Тем, кто утверждает, что художники о таких вещах не думают – что они просто рисуют плоды в вазе, которые видят перед собой, или бездумно располагают цветные абстрактные геометрические фигуры на холсте, – я отвечу: да, конечно, случается и такое. Но истинные живописцы, готов поспорить, всё же думают. Когда мы рассматриваем натюрморты Шардена, Сезанна, Пикассо или Матисса, когда мы вглядываемся в абстракции Кандинского, Робера и Сони Делоне, Клее, Мондриана или Эллсворта Келли, когда мы замечаем, как округлые фрукты или чистые абстрактные геометрические формы словно бы принюхиваются, притираются друг к другу, поворачиваются и отворачиваются, притягиваются и отталкиваются, подталкивают друга друга и отскакивают друг от друга, наша мысль начинает течь вслед за мыслью художников.
В произведениях этих художников вы видите и чувствуете не просто вазу с фруктами или абстрактную композицию из цветов и фигур, но динамическую вселенную, совокупность отношений и сил. И вы не то чтобы ощущаете, как рассказывается история, но чувствуете, как разные отдельные формы отзываются, сливаются и взаимодействуют друг с другом, как одна форма будто сплющивается, а другая краснеет, в то время как остальные чем-то обеспокоены, и что иногда, возможно, эти фрукты сами видоизменяют или даже поднимают вазу и стол или проникают в стены комнаты и преобразуют их – что абстрактная композиция из пятен и цветов может самоорганизоваться и создать собственный космос.
В некоторых фигуративных полотнах мы ощущаем, что взаимообмен и взаимосвязь существуют не только между фруктами и вазами, но и между обитателями определенного места и его интерьером – как в гостиных Эдуара Вюйара, где члены эдвардианских семей, безнадежно далекие друг от друга, но будто сплавленные вместе, кажутся связанными и переплетенными, подобно узорам из цветов и лоз на обоях. Или в причудливо сочетающих в себе фантазию и домашний уют садиках, интерьерах и ванных комнатах Пьера Боннара, где люди, флора и фауна сливаются в одухотворенной, будоражащей мозаике цвета и света, наводящей на мысли об ослепительных закатах, благих вестях, сверкающих драгоценных камнях и пламени.
Иногда художник допускает, что сначала мы можем в чем-то не доверять тому, что открываем для себя в произведениях искусства, и поэтому не станем распространяться о своем опыте: мы будем думать, что навоображали себе чего-то и видим только то, что хотим видеть (наши фантазии и мечты берут над нами верх), что наши реакции и порывы надуманны, что мы улавливаем нечто, чего на самом деле нет, – что мы слишком субъективны. Художники сажают семена, пряча их на виду, так что мы чувствуем, будто мы – и только мы – сможем сделать так, чтобы их ростки принесли плоды. Однако художники понимают, что если они сделают наш поиск оправданным, то мы станем ухаживать за садом, который они посадили для нас. Они знают, что мы будем взращивать свой опыт, тем самым даря жизнь их произведению. Мы сможем перейти от общего к частному, наши мысли породят чувства, а наши чувства – новые мысли; сквозь личное мы придем к общечеловеческому.

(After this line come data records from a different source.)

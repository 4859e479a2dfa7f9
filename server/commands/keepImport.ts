import { and, eq, inArray, sql } from 'drizzle-orm'
import type { LineFault } from '#shared/schemas/ledger'
import { brewsOldestFirst } from '#server/database/queries/ledger'
import { acts, ledgerNotes, movements, reversals } from '#server/database/schema/index'
import { brewsByCode } from './brewsByCode'
import type { ImportRows, Placed } from './importRows'
import { inParts } from './inParts'
import type { Work } from './work'

/**
 * Keep the rows of a ledger file. What is there already with the same content is passed over; what is there with other
 * content, or cannot be struck out, is told by its line, and then nothing is kept.
 */
export async function keepImport(work: Work, rows: ImportRows, { dryRun }: { dryRun: boolean }): Promise<LineFault[]> {
  const faults = [
    ...await clashesOf(work, rows.movements, movements, movementContent),
    ...await clashesOf(work, rows.notes, ledgerNotes, noteContent),
    ...await reversalFaults(work, rows),
  ]
  if (faults.length > 0 || dryRun) return faults

  const { tx, brewery, person, now } = work
  const made = await brewsByCode(work, rows.brews)
  const brewIds = new Map([...(await brewsOldestFirst(tx, brewery.id)), ...made.values()].map(brew => [brew.code, brew.id]))
  for (const some of inParts(rows.acts)) {
    await tx.insert(acts).values(some.map(act => ({ ...act, breweryId: brewery.id, recordedAt: now, recordedBy: person.id }))).onConflictDoNothing()
  }
  for (const some of inParts(rows.movements)) {
    const json = JSON.stringify(some.map(({ brewCode, ...row }) => ({ ...row, brewId: brewCode === null ? null : brewIds.get(brewCode) })))
    await tx.execute(sql`
      insert into movements (brewery_id, id, act_id, position, kind, vessel_id, litres, occurred_on, place_in_day, method, note, brew_id, lot, to_vessel_id, loss_litres, reason)
      select ${brewery.id}, r.id, r."actId", r.position, r.kind, r."vesselId", r.litres, r."occurredOn", r."placeInDay", r.method, r.note, r."brewId", r.lot, r."toVesselId", r."lossLitres", r.reason
      from jsonb_to_recordset(${json}::jsonb) as r(id uuid, "actId" uuid, position int, kind movement_kind, "vesselId" uuid, litres numeric, "occurredOn" date, "placeInDay" int, method measuring_method, note text, "brewId" uuid, lot text, "toVesselId" uuid, "lossLitres" numeric, reason loss_reason)
      on conflict (brewery_id, id) do nothing`)
  }
  for (const some of inParts(rows.notes)) {
    await tx.insert(ledgerNotes).values(some.map(({ line: _, ...note }) => ({ ...note, breweryId: brewery.id }))).onConflictDoNothing()
  }
  for (const some of inParts(rows.reversals)) {
    await tx.insert(reversals).values(some.map(({ id, movementId, reason }) => ({ breweryId: brewery.id, id, movementId, requestId: id, reason, reversedAt: now, reversedBy: person.id }))).onConflictDoNothing()
  }
  return []
}

const movementContent = (row: { vesselId: string, kind: string, litres: number, occurredOn: string, toVesselId: string | null }) =>
  [row.kind, row.vesselId, row.litres, row.occurredOn, row.toVesselId].join('|')
const noteContent = (row: { vesselId: string, notedOn: string, text: string }) => [row.vesselId, row.notedOn, row.text].join('|')

/** Lines whose id something else bears already. */
async function clashesOf<Row extends { id: string }>({ tx, brewery }: Work, rows: readonly Placed<Row>[], table: typeof movements | typeof ledgerNotes, contentOf: (row: Row) => string): Promise<LineFault[]> {
  const faults: LineFault[] = []
  for (const some of inParts(rows)) {
    const kept = await tx.select().from(table).where(and(eq(table.breweryId, brewery.id), inArray(table.id, some.map(row => row.id))))
    const byId = new Map(kept.map(row => [row.id, row]))
    for (const row of some) {
      const other = byId.get(row.id)
      if (other && contentOf({ ...row, ...other }) !== contentOf(row)) faults.push({ line: row.line, column: 'id', message: 'Something with this id is kept already, and it says something else.' })
    }
  }
  return faults
}

/** Reversals of lines that are neither kept nor in the file, and of lines that are struck out already. */
async function reversalFaults({ tx, brewery }: Work, rows: ImportRows): Promise<LineFault[]> {
  if (rows.reversals.length === 0) return []
  const inFile = new Set(rows.movements.map(row => row.id))
  const wanted = rows.reversals.map(row => row.movementId)
  const kept = new Set((await tx.select({ id: movements.id }).from(movements).where(and(eq(movements.breweryId, brewery.id), inArray(movements.id, wanted)))).map(row => row.id))
  const struck = new Map((await tx.select().from(reversals).where(and(eq(reversals.breweryId, brewery.id), inArray(reversals.movementId, wanted)))).map(row => [row.movementId, row.id]))
  const first = new Map<string, number>()
  return rows.reversals.flatMap((row): LineFault[] => {
    const earlier = first.get(row.movementId)
    first.set(row.movementId, row.line)
    if (!inFile.has(row.movementId) && !kept.has(row.movementId)) return [{ line: row.line, column: 'reverses', message: 'There is no line with this id.' }]
    const by = struck.get(row.movementId)
    if (earlier !== undefined || (by !== undefined && by !== row.id)) return [{ line: row.line, column: 'reverses', message: 'That line is struck out already.' }]
    return []
  })
}
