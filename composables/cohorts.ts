import type { StackView } from '#shared/schemas/stack'
import type { Layer } from './layers'
import { SMALLEST_SHARE } from './layers'

export type StackCohort = StackView['cohorts'][number]

/** A line of the table of a stack: a brew, or all that is too little to be told apart. */
export interface CohortRow {
  id: string
  code: string
  brewedOn: string | null
  litres: number
  share: number
  ageDays: number | null
  ageBandDays: number | null
}

/** The stack as its table tells it, youngest first. */
export function cohortRows(cohorts: readonly StackCohort[]): CohortRow[] {
  const rows: CohortRow[] = cohorts.filter(({ share }) => share >= SMALLEST_SHARE)
    .map(({ brewId, brewCode, brewedOn, litres, share, ageDays, ageBandDays }) => ({ id: brewId, code: brewCode, brewedOn, litres, share, ageDays, ageBandDays })).reverse()
  const crumbs = cohorts.filter(({ share }) => share < SMALLEST_SHARE)
  if (crumbs.length === 0) return rows
  return [...rows, { id: 'rest', code: 'older rest', brewedOn: null, litres: sumOf(crumbs, ({ litres }) => litres), share: sumOf(crumbs, ({ share }) => share), ageDays: null, ageBandDays: null }]
}

/** The stack as its drawing needs it, oldest first. */
export function layersOf(cohorts: readonly StackCohort[]): Layer[] {
  return cohorts.map(({ brewCode, brewedOn, beerCode, share }) => ({ brewCode, brewedOn, beerCode, share }))
}

export function sumOf<Item>(items: readonly Item[], of: (item: Item) => number): number {
  return items.reduce((sum, item) => sum + of(item), 0)
}
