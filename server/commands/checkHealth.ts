import type { Health } from '#shared/schemas/health'
import { withoutBrewery } from '#server/database/door'
import type { Database } from '#server/database/client'
import { migrationsApplied } from '#server/database/queries/migrations'
import { anyBrewery } from '#server/database/queries/people'
import journal from '../database/migrations/meta/_journal.json'

/** How the installation is: whether the database answers, is migrated, and, where the demo is asked for, holds it. */
export async function checkHealth(database: Database, demoWanted: boolean): Promise<Health> {
  const parts = { mailQueue: null, lastDerivedAt: null }
  try {
    return await withoutBrewery(database, async (tx) => {
      const migrated = await migrationsApplied(tx) >= journal.entries.length
      const loaded = migrated && (!demoWanted || await anyBrewery(tx))
      return { status: loaded ? 'ok' : 'starting', database: 'ok', migrations: migrated ? 'ok' : 'pending', ...parts }
    })
  }
  catch {
    return { status: 'failing', database: 'failing', migrations: null, ...parts }
  }
}
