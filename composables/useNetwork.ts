/** Whether the device has a network, and since when it has none. Told apart only in the browser, after the page has come alive. */
export function useNetwork() {
  const lostAt = shallowRef<Date | null>(null)

  function lost(): void {
    lostAt.value ??= new Date()
  }
  function found(): void {
    lostAt.value = null
  }

  onMounted(() => {
    if (!navigator.onLine) lost()
    addEventListener('offline', lost)
    addEventListener('online', found)
  })
  onUnmounted(() => {
    removeEventListener('offline', lost)
    removeEventListener('online', found)
  })

  return { lostAt }
}
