import type { Me } from '#shared/schemas/auth'
import type { Tx } from '#server/database/client'
import { breweriesOf } from '#server/database/queries/people'
import { presentMe } from '#server/presenters/me'

/** Who is signed in, where, and what day it is there. */
export async function describeMe(tx: Tx, user: Me['user'], breweryId: string | null, now: Date): Promise<Me> {
  return presentMe(user, breweryId, await breweriesOf(tx, user.id, now), now)
}
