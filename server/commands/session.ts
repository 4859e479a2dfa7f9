import { and, eq, lt } from 'drizzle-orm'
import { hashToken, newToken } from '#server/security/secrets'
import type { Tx } from '#server/database/client'
import { sessions } from '#server/database/schema/index'

/** Signed out after so long, whatever happens; and, in the database's `enter_session`, after 14 days without a request. */
export const SESSION_DAYS = 60
const DAY = 86_400_000

/** Sign a person in: a new row under a new token, in place of the session that the browser came with, if any. */
export async function openSession(tx: Tx, userId: string, breweryId: string | null, oldHash: string | null, now: Date): Promise<string> {
  if (oldHash !== null) await endSession(tx, oldHash)
  await tx.delete(sessions).where(and(eq(sessions.userId, userId), lt(sessions.expiresAt, now)))
  const token = newToken()
  await tx.insert(sessions).values({
    tokenHash: hashToken(token),
    userId,
    breweryId,
    createdAt: now,
    lastSeenAt: now,
    expiresAt: new Date(now.getTime() + SESSION_DAYS * DAY),
  })
  return token
}

/** End one session. Ending one that is over changes nothing. */
export async function endSession(tx: Tx, sessionHash: string): Promise<void> {
  await tx.delete(sessions).where(eq(sessions.tokenHash, sessionHash))
}

/** End every session of a person, on every device. */
export async function endSessionsOf(tx: Tx, userId: string): Promise<void> {
  await tx.delete(sessions).where(eq(sessions.userId, userId))
}
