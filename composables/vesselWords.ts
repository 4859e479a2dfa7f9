import type { VesselKind } from '#shared/cellar/vessel'
import { VESSEL_KINDS } from '#shared/cellar/vessel'
import type { VesselView } from '#shared/schemas/vessel'
import { DAYS_A_YEAR } from './plumbLine'
import { plainDate } from './civilDate'

/** What each kind of vessel is called. */
export const KIND_WORDS: Record<VesselKind, string> = {
  vat: 'Vat',
  puncheon: 'Puncheon',
  barrel: 'Barrel',
  steel: 'Steel tank',
  keg: 'Keg',
  glassCarboy: 'Glass carboy',
  plasticCarboy: 'Plastic carboy',
}

/** The kinds, in the order in which a form offers them. */
export const KIND_CHOICES = VESSEL_KINDS.map(value => ({ value, label: KIND_WORDS[value] }))

const FIGURES = new Intl.NumberFormat('en-GB', { maximumFractionDigits: 3 })
const TENTHS = new Intl.NumberFormat('en-GB', { minimumFractionDigits: 1, maximumFractionDigits: 1 })
const SMALL_NUMBERS = ['no', 'one', 'two', 'three', 'four', 'five', 'six', 'seven', 'eight', 'nine', 'ten', 'eleven', 'twelve', 'thirteen', 'fourteen', 'fifteen', 'sixteen', 'seventeen', 'eighteen', 'nineteen', 'twenty']

/** `4,000 L`, with a space that does not break. */
export function litreWords(litres: number): string {
  return `${FIGURES.format(litres)}\u00A0L`
}

/** `2.16 y`. */
export function yearWords(days: number): string {
  return `${(days / DAYS_A_YEAR).toFixed(2)}\u00A0y`
}

/** `788 d`, or a dash where there is no age. */
export function dayWords(days: number | null): string {
  return days === null ? '–' : `${FIGURES.format(Math.round(days))}\u00A0d`
}

/** What is in a vessel: litres and mean age, or the word that it is empty. */
export function contentWords({ litres, meanAgeDays }: Pick<VesselView, 'litres' | 'meanAgeDays'>): string {
  if (litres === 0) return 'empty'
  return meanAgeDays === null ? litreWords(litres) : `${litreWords(litres)}, ${yearWords(meanAgeDays)}`
}

/** The cellar in one sentence, with the numbers that matter. */
export function cellarSentence(vessels: readonly VesselView[]): string {
  const room = sum(vessels.map(vessel => vessel.workingLitres))
  const filled = vessels.filter(vessel => vessel.litres > 0)
  const litres = sum(filled.map(vessel => vessel.litres))
  if (vessels.length === 1 && filled.length === 0) return `One vessel stands here, ${FIGURES.format(room)} litres of room; it is empty.`
  if (filled.length === 0) return `${capital(count(vessels.length))} vessels stand here, ${FIGURES.format(room)} litres of room; all are empty.`
  const age = sum(filled.map(vessel => vessel.litres * (vessel.meanAgeDays ?? 0))) / litres / DAYS_A_YEAR
  const empty = vessels.length - filled.length
  const rest = empty === 0 ? '' : ` ${capital(count(empty))} ${empty === 1 ? 'is' : 'are'} empty.`
  return `${FIGURES.format(Math.round(litres))} litres in ${count(vessels.length)} ${vessels.length === 1 ? 'vessel' : 'vessels'}, ${age.toFixed(2)} years old on average.${rest}`
}

/** The sentence that stands for the drawing of a vessel. */
export function figureSentence(vessel: Pick<VesselView, 'name' | 'kind' | 'wood' | 'workingLitres' | 'litres' | 'meanAgeDays' | 'cohortCount' | 'oldestCohort'>): string {
  const made = vessel.wood ? 'of wood' : madeOf(vessel.kind)
  const holds = vessel.litres === 0 ? 'empty' : `holding ${contentWords(vessel)}`
  const oldest = vessel.oldestCohort === null
    ? ''
    : ` ${capital(count(vessel.cohortCount))} ${vessel.cohortCount === 1 ? 'brew' : 'brews'}, the oldest ${vessel.oldestCohort.brewCode} of ${plainDate(vessel.oldestCohort.brewedOn)}.`
  return `${vessel.name}: ${KIND_WORDS[vessel.kind].toLowerCase()} ${made}, room for ${litreWords(vessel.workingLitres)}, ${holds}.${oldest}`
}

function madeOf(kind: VesselKind): string {
  if (kind === 'glassCarboy') return 'of glass'
  return kind === 'plasticCarboy' ? 'of plastic' : 'of steel'
}

/** What stands beside a standing: why, and what else goes on in the vessel. */
export function besideStanding({ standing, standingReason, fruiting, gravityWatch }: Pick<VesselView, 'standing' | 'standingReason' | 'fruiting' | 'gravityWatch'>): string[] {
  // A verdict tells of the draw to come, which has a line of its own.
  const reason = standing === 'called' ? null : standingReason
  return [reason, fruiting ? 'on fruit' : null, gravityWatch ? 'gravity watch' : null].filter(words => words !== null)
}

/** What is not as it should be with a vessel's volume, each in words. */
export function volumeFaults({ volumeDoubt, overBrim }: Pick<VesselView, 'volumeDoubt' | 'overBrim'>): string[] {
  return [volumeDoubt ? 'volume in doubt' : null, overBrim ? 'over its brim' : null].filter(words => words !== null)
}

function count(number: number): string {
  return SMALL_NUMBERS[number] ?? FIGURES.format(number)
}

function capital(word: string): string {
  return word.charAt(0).toUpperCase() + word.slice(1)
}

function sum(numbers: readonly number[]): number {
  return numbers.reduce((total, number) => total + number, 0)
}

/** Cut to a tenth, as litres, days and shares are told. */
export function oneDecimal(number: number): number {
  return Math.round(number * 10) / 10
}

/** `1,000.0`, for columns of litres. */
export function litreColumn(litres: number): string {
  return TENTHS.format(litres)
}

/** `Vessel 1, vat of wood, room for 4,000 L`. */
export function vesselLine({ walkingOrder, kind, wood, workingLitres }: Pick<VesselView, 'walkingOrder' | 'kind' | 'wood' | 'workingLitres'>): string {
  return `Vessel ${walkingOrder}, ${KIND_WORDS[kind].toLowerCase()} ${wood ? 'of wood' : madeOf(kind)}, ${litreWords(workingLitres)}`
}
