/** Rows a statement: large enough to be quick, small enough for its timeout and for the 65,535 values that it may have. */
const AT_ONCE = 4_000

/** A long list cut into parts that one statement can take. */
export function inParts<Row>(rows: readonly Row[]): Row[][] {
  return Array.from({ length: Math.ceil(rows.length / AT_ONCE) }, (_, part) => rows.slice(part * AT_ONCE, (part + 1) * AT_ONCE))
}
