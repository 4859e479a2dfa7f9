import { and, eq, sql } from 'drizzle-orm'
import type { LineFault } from '#shared/schemas/ledger'
import { anyOf } from '#server/database/anyOf'
import { beersByCode, brewsOldestFirst } from '#server/database/queries/ledger'
import { acts, ledgerNotes, movements, reversals } from '#server/database/schema/index'
import { brewsByCode } from './brewsByCode'
import { createBeer } from './createBeer'
import type { ImportRows } from './importRows'
import { inParts } from './inParts'
import type { Work } from './work'

/**
 * Keep the rows of a ledger file. What is there already with the same content is passed over; what is there with other
 * content, or cannot be struck out, is told by its line, and then nothing is kept.
 */
export async function keepImport(work: Work, rows: ImportRows, { dryRun }: { dryRun: boolean }): Promise<LineFault[]> {
  const faults = [
    ...await movementClashes(work, rows),
    ...await noteClashes(work, rows.notes),
    ...await reversalFaults(work, rows),
  ]
  if (faults.length > 0 || dryRun) return faults

  const { tx, brewery, person, now } = work
  await nameBeers(work, rows)
  const made = await brewsByCode(work, rows.brews)
  const brewIds = new Map([...(await brewsOldestFirst(tx, brewery.id)), ...made.values()].map(brew => [brew.code, brew.id]))
  for (const some of inParts(rows.acts)) {
    await tx.insert(acts).values(some.map(act => ({ ...act, breweryId: brewery.id, recordedAt: now, recordedBy: person.id }))).onConflictDoNothing()
  }
  for (const some of inParts(rows.movements)) {
    const json = JSON.stringify(some.map(({ brewCode, ...row }) => ({ ...row, brewId: brewCode === null ? null : brewIds.get(brewCode) })))
    await tx.execute(sql`
      insert into movements (brewery_id, id, act_id, position, kind, vessel_id, litres, occurred_on, place_in_day, method, note, brew_id, lot, to_vessel_id, loss_litres, reason)
      select ${brewery.id}, r.id, r."actId", r.position, r.kind, r."vesselId", r.litres, r."occurredOn", r."placeInDay", r.method, r.note, r."brewId", r.lot, r."toVesselId", r."lossLitres", r.reason
      from jsonb_to_recordset(${json}::jsonb) as r(id uuid, "actId" uuid, position int, kind movement_kind, "vesselId" uuid, litres numeric, "occurredOn" date, "placeInDay" int, method measuring_method, note text, "brewId" uuid, lot text, "toVesselId" uuid, "lossLitres" numeric, reason loss_reason)
      on conflict (brewery_id, id) do nothing`)
  }
  for (const some of inParts(rows.notes)) {
    await tx.insert(ledgerNotes).values(some.map(({ line: _, ...note }) => ({ ...note, breweryId: brewery.id }))).onConflictDoNothing()
  }
  for (const some of inParts(rows.reversals)) {
    await tx.insert(reversals).values(some.map(({ id, movementId, reason }) => ({ breweryId: brewery.id, id, movementId, requestId: id, reason, reversedAt: now, reversedBy: person.id }))).onConflictDoNothing()
  }
  return []
}

/** A beer that the file names for the first time is made, under its code until somebody gives it a name. */
async function nameBeers(work: Work, { brews }: ImportRows): Promise<void> {
  const known = new Set((await beersByCode(work.tx, work.brewery.id)).map(beer => beer.code))
  const named = new Set(brews.flatMap(brew => brew.beerCode === undefined ? [] : [brew.beerCode]))
  for (const code of named) if (!known.has(code)) await createBeer(work, { code, name: code, family: 'unknown' })
}

/** Everything that a movement says, as one text: two of one id are the same, or one of them is wrong. */
const movementContent = (row: Omit<ImportRows['movements'][number], 'line'>) =>
  JSON.stringify([row.actId, row.position, row.kind, row.vesselId, row.litres, row.occurredOn, row.placeInDay, row.method, row.note, row.brewCode, row.lot, row.toVesselId, row.lossLitres, row.reason])
const noteContent = (row: { actId: string, vesselId: string, notedOn: string, text: string }) => JSON.stringify([row.actId, row.vesselId, row.notedOn, row.text])

const OTHER = { column: 'id', message: 'Something with this id is kept already, and it says something else.' }

/** Lines whose id another line bears already, and lines that would be added to an act that is kept. */
async function movementClashes({ tx, brewery }: Work, { movements: rows, acts: named }: ImportRows): Promise<LineFault[]> {
  const codes = new Map((await brewsOldestFirst(tx, brewery.id)).map(brew => [brew.id, brew.code]))
  const keptActs = new Set((await tx.select({ id: acts.id }).from(acts).where(and(eq(acts.breweryId, brewery.id), anyOf(acts.id, named.map(act => act.id))))).map(act => act.id))
  const places = new Map<string, number>()
  const faults: LineFault[] = []
  for (const some of inParts(rows)) {
    const kept = await tx.select().from(movements).where(and(eq(movements.breweryId, brewery.id), anyOf(movements.id, some.map(row => row.id))))
    const byId = new Map(kept.map(({ brewId, ...row }) => [row.id, { ...row, brewCode: brewId === null ? null : codes.get(brewId) ?? null }]))
    for (const row of some) {
      const other = byId.get(row.id)
      if (other && movementContent(other) !== movementContent(row)) faults.push({ line: row.line, ...OTHER })
      if (!other && keptActs.has(row.actId)) faults.push({ line: row.line, column: 'actId', message: 'This act is kept already: no line can be added to it.' })
      const place = `${row.actId} ${row.position}`
      const first = places.get(place)
      if (first !== undefined) faults.push({ line: row.line, column: 'position', message: `Line ${first} has this place in the act.` })
      places.set(place, row.line)
    }
  }
  return faults
}

/** Notes whose id another note bears already. */
async function noteClashes({ tx, brewery }: Work, rows: ImportRows['notes']): Promise<LineFault[]> {
  if (rows.length === 0) return []
  const kept = new Map((await tx.select().from(ledgerNotes).where(and(eq(ledgerNotes.breweryId, brewery.id), anyOf(ledgerNotes.id, rows.map(row => row.id))))).map(row => [row.id, row]))
  return rows.flatMap((row) => {
    const other = kept.get(row.id)
    return other && noteContent(other) !== noteContent(row) ? [{ line: row.line, ...OTHER }] : []
  })
}

/** Reversals of lines that are neither kept nor in the file, and of lines that are struck out already. */
async function reversalFaults({ tx, brewery }: Work, rows: ImportRows): Promise<LineFault[]> {
  if (rows.reversals.length === 0) return []
  const inFile = new Set(rows.movements.map(row => row.id))
  const wanted = rows.reversals.map(row => row.movementId)
  const kept = new Set((await tx.select({ id: movements.id }).from(movements).where(and(eq(movements.breweryId, brewery.id), anyOf(movements.id, wanted)))).map(row => row.id))
  const struck = new Map((await tx.select().from(reversals).where(and(eq(reversals.breweryId, brewery.id), anyOf(reversals.movementId, wanted)))).map(row => [row.movementId, row.id]))
  const taken = new Map((await tx.select().from(reversals).where(and(eq(reversals.breweryId, brewery.id), anyOf(reversals.id, rows.reversals.map(row => row.id))))).map(row => [row.id, row.movementId]))
  const first = new Map<string, number>()
  return rows.reversals.flatMap((row): LineFault[] => {
    const earlier = first.get(row.movementId)
    first.set(row.movementId, row.line)
    if (!inFile.has(row.movementId) && !kept.has(row.movementId)) return [{ line: row.line, column: 'reverses', message: 'There is no line with this id.' }]
    if (taken.has(row.id) && taken.get(row.id) !== row.movementId) return [{ line: row.line, ...OTHER }]
    const by = struck.get(row.movementId)
    if (earlier !== undefined || (by !== undefined && by !== row.id)) return [{ line: row.line, column: 'reverses', message: 'That line is struck out already.' }]
    return []
  })
}
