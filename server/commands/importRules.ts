import type { LineFault } from '#shared/schemas/ledger'
import type { FileLine, MovementLine } from '#server/ledgerFile/line'
import type { CellarState } from './cellarState'

/** What is wrong with lines that each read well by themselves: names that nothing bears, days that cannot be, codes with two days. */
export function importFaults(lines: readonly FileLine[], state: CellarState, today: string): LineFault[] {
  const vessels = new Set(state.vessels.map(vessel => vessel.name.toLowerCase()))
  const brewDays = new Map([...state.brews.values()].map(brew => [brew.code, { brewedOn: brew.brewedOn, line: 0 }]))
  const ids = new Map<string, number>()
  const faults: LineFault[] = []
  for (const line of lines) {
    const say = (column: string, message: string) => faults.push({ line: line.line, column, message })
    if (line.date > today) say('date', 'This day has not come yet.')
    if (line.date < '1970-01-01') say('date', 'The ledger begins with 1970.')
    if (line.id !== null) {
      const first = ids.get(line.id)
      if (first !== undefined) say('id', `Line ${first} has this id.`)
      ids.set(line.id, line.line)
    }
    if (line.act === 'reversal') continue
    if (!vessels.has(line.vessel.toLowerCase())) say('vessel', `No vessel here is named ${line.vessel}.`)
    if (line.act !== 'note') moveFaults(line, vessels, say)
    if (line.act !== 'note' && line.brew) brewFaults(line.brew, line, brewDays, say)
  }
  return faults
}

type Say = (column: string, message: string) => void

function moveFaults(line: MovementLine, vessels: ReadonlySet<string>, say: Say): void {
  if (line.toVessel === null) return
  if (!vessels.has(line.toVessel.toLowerCase())) say('target', `No vessel here is named ${line.toVessel}.`)
  if (line.toVessel.toLowerCase() === line.vessel.toLowerCase()) say('target', 'Beer cannot be moved into the vessel that it is in.')
  if ((line.lossLitres ?? 0) > line.litres) say('lossOnWay', 'More is lost on the way than leaves the vessel.')
}

function brewFaults({ code, brewedOn }: NonNullable<MovementLine['brew']>, line: MovementLine, brewDays: Map<string, { brewedOn: string, line: number }>, say: Say): void {
  const known = brewDays.get(code)
  if (known && known.brewedOn !== brewedOn) {
    say('brewed', `Brew ${code} was brewed on ${known.brewedOn}${known.line > 0 ? `, says line ${known.line}` : ''}. One code has one brew day.`)
  }
  if (!known) brewDays.set(code, { brewedOn, line: line.line })
  if (brewedOn > line.date) say('brewed', 'It cannot be racked before it was brewed.')
}
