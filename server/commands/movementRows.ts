import { PLACE_IN_DAY } from '#shared/cellar/movement'
import type { ActInput, BrewRef } from '#shared/schemas/ledger'
import type { movements } from '#server/database/schema/index'
import { brewsByCode, type NamedBrew } from './brewsByCode'
import type { Work } from './work'

type NewMovement = typeof movements.$inferInsert

/** The rows of an act's movements, in their order. Brews that are named for the first time are made. */
export async function movementRowsOf(work: Work, { id: actId, movements: inputs }: ActInput): Promise<NewMovement[]> {
  const named = inputs.flatMap(input => input.kind === 'in' && isNamed(input.brew) ? [input.brew] : [])
  const ids = await brewsByCode(work, named)
  return inputs.map((input, position): NewMovement => {
    const { id, kind, vesselId, litres, occurredOn, placeInDay = PLACE_IN_DAY[kind], method = null, note = null } = input
    return {
      breweryId: work.brewery.id, id, actId, position, kind, vesselId, litres, occurredOn, placeInDay, method, note,
      brewId: input.kind === 'in' ? brewIdOf(input.brew, ids) : null,
      lot: input.kind === 'draw' ? input.lot ?? null : null,
      toVesselId: input.kind === 'move' ? input.toVesselId : null,
      lossLitres: input.kind === 'move' ? input.lossLitres ?? 0 : null,
      reason: input.kind === 'loss' ? input.reason : null,
    }
  })
}

function isNamed(brew: BrewRef): brew is NamedBrew {
  return 'code' in brew
}

function brewIdOf(brew: BrewRef, ids: ReadonlyMap<string, string>): string {
  if (!isNamed(brew)) return brew.id
  const id = ids.get(brew.code)
  if (id === undefined) throw new Error('a brew that was just made is not there')
  return id
}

Художники хотят, чтобы их творчество разожгло и огонь нашего воображения и эмоций, и огонь нашей рациональности. Они верят, что если нас вдохновлять и поощрять, то мы станем копать глубже и порождать спонтанные ассоциации. Они на это надеются. Художники создают свои произведения, поощряя личное и общечеловеческое, сознание и подсознание. Они верят, что нам доставит удовольствие смотреть внимательно, сердцем, отпустив на волю свои грезы. Художники знают, что если мы честны с собой относительно того, что видим и чувствуем, то со временем то же самое произойдет и с нашими мыслями. Они верят, что если мы действительно вдумчиво и рационально отнесемся к тому, что видим, то наши чувства не останутся в стороне и подтвердят выводы, к которым приведут нас их творения.
Глава 4
Художники-рассказчики
Художники рассказывают истории. Им есть что сказать. Часто люди считают, что художники – иллюстраторы историй или идей, нередко так и есть, но, поскольку художники суть поэты, их произведения не являются буквальным пересказом этих историй. В силу того, что художники учатся на творчестве других художников, центральная история, которую они рассказывают, – это непрерывная история искусства.
Художники могут разрабатывать сюжет древнего мифа, исследовать опыт поцелуя, трагедию войны, неразделенную любовь или напряжение между двумя прямоугольниками – но, вне зависимости от занимающего их предмета, все они говорят на одном языке, работают с одними и теми же элементами искусства. Язык искусства эволюционирует, меняется со временем, на нем говорят разные художники. Однако это не только язык роста и изменений, но и обновления и переработки.